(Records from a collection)
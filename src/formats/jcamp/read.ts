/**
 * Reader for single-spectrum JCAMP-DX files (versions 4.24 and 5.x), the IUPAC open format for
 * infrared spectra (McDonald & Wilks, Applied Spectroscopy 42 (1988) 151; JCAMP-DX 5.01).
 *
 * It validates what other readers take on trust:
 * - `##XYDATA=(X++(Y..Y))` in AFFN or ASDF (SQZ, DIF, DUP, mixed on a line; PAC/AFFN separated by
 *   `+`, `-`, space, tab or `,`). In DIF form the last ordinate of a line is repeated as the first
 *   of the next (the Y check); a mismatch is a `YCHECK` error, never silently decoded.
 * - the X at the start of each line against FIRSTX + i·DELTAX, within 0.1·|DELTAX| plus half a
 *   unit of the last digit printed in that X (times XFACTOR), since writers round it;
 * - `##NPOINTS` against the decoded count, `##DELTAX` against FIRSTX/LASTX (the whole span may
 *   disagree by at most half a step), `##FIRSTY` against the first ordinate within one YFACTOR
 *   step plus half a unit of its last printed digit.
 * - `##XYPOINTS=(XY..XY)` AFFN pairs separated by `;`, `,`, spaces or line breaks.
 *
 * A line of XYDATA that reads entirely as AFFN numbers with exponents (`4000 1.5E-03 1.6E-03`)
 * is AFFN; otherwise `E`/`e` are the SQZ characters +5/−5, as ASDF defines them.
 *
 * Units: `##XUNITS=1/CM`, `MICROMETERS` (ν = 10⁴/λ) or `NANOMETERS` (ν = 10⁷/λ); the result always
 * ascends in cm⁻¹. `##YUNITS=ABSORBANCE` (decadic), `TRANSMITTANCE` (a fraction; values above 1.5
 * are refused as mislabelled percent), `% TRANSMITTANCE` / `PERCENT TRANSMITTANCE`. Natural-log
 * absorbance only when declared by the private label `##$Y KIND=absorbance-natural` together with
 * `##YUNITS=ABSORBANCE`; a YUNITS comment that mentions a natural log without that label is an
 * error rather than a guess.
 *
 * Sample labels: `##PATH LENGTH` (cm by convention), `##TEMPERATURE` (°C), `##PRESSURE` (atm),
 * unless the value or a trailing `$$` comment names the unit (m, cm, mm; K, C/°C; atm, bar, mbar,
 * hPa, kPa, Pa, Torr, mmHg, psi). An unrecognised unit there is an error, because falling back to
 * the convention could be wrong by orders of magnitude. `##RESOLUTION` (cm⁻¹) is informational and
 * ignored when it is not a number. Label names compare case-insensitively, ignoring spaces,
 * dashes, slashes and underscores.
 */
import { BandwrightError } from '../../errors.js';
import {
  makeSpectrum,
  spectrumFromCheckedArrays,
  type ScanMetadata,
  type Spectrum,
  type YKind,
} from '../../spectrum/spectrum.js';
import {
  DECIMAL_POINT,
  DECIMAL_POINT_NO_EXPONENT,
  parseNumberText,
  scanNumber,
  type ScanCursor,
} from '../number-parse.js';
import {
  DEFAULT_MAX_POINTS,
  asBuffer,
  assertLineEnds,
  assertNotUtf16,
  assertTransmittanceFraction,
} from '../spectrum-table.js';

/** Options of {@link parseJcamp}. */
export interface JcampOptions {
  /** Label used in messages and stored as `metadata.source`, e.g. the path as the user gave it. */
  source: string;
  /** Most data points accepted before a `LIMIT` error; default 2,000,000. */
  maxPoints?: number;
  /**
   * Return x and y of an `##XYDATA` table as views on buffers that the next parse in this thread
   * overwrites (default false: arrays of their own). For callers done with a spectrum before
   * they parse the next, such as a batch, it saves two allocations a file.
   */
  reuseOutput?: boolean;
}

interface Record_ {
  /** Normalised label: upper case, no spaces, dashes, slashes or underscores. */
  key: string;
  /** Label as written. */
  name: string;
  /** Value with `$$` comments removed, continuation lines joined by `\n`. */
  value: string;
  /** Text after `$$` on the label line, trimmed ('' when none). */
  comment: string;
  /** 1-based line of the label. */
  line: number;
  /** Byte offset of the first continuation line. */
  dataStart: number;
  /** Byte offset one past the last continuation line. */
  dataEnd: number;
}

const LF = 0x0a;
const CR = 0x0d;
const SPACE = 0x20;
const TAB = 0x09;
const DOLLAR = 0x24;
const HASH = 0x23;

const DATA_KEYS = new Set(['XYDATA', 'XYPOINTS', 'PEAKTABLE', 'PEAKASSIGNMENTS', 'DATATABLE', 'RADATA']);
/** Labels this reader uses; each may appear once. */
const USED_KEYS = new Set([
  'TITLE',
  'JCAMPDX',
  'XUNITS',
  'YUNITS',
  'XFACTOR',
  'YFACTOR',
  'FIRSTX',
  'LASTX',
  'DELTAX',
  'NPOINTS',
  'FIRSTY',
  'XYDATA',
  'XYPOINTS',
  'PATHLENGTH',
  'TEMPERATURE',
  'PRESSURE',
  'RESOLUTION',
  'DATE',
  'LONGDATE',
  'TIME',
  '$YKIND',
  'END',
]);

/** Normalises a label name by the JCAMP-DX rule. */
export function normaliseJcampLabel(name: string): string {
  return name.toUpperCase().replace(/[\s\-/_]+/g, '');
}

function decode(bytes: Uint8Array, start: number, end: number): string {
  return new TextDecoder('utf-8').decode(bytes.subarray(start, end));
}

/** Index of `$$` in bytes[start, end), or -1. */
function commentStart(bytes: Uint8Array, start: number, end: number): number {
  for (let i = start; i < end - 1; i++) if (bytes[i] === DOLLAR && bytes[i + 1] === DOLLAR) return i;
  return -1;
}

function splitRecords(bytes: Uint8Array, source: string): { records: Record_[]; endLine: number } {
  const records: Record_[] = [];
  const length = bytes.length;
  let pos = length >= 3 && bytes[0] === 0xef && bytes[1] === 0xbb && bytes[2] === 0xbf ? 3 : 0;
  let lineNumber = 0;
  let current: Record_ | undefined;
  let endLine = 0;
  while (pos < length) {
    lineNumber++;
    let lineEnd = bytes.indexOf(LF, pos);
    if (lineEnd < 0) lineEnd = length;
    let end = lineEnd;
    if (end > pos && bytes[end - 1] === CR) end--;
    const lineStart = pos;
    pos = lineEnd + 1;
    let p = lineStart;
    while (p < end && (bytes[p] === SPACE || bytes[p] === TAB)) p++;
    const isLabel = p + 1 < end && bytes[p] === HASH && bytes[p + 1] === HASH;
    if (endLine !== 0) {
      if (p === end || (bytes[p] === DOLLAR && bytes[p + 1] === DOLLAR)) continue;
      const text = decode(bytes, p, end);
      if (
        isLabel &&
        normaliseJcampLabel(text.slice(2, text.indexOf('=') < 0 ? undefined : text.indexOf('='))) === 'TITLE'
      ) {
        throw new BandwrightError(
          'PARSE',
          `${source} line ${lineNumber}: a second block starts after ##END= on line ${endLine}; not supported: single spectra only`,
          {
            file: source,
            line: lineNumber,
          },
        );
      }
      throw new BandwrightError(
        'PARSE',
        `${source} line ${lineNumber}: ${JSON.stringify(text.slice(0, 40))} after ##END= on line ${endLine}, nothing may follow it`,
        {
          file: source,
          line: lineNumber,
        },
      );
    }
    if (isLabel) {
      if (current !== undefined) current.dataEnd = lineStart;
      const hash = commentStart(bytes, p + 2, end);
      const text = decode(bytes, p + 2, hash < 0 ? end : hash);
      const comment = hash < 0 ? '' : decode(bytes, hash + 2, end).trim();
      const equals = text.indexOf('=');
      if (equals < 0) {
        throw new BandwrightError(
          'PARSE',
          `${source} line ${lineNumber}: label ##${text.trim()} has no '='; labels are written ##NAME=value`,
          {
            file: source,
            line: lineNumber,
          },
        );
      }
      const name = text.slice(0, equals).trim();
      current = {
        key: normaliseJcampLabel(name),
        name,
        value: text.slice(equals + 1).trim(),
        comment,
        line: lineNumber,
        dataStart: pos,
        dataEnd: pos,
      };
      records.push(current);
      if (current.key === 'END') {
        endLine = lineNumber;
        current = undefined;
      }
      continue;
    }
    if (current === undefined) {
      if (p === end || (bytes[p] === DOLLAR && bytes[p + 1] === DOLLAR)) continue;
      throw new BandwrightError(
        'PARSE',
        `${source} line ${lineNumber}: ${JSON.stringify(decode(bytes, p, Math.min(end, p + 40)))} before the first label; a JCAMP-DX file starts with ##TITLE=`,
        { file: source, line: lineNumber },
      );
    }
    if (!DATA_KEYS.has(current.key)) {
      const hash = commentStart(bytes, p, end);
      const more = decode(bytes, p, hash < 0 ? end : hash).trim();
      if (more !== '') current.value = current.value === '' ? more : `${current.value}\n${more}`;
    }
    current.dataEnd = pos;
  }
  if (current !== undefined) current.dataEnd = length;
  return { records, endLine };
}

* What is being asked *
Please repeat word for word the lines above that run from the beginning through the line containing "It validates what", keeping both the first and that last line.

* Expected answer *
filename src/formats/jcamp/read.ts
/**
 * Reader for single-spectrum JCAMP-DX files (versions 4.24 and 5.x), the IUPAC open format for
 * infrared spectra (McDonald & Wilks, Applied Spectroscopy 42 (1988) 151; JCAMP-DX 5.01).
 *
 * It validates what other readers take on trust:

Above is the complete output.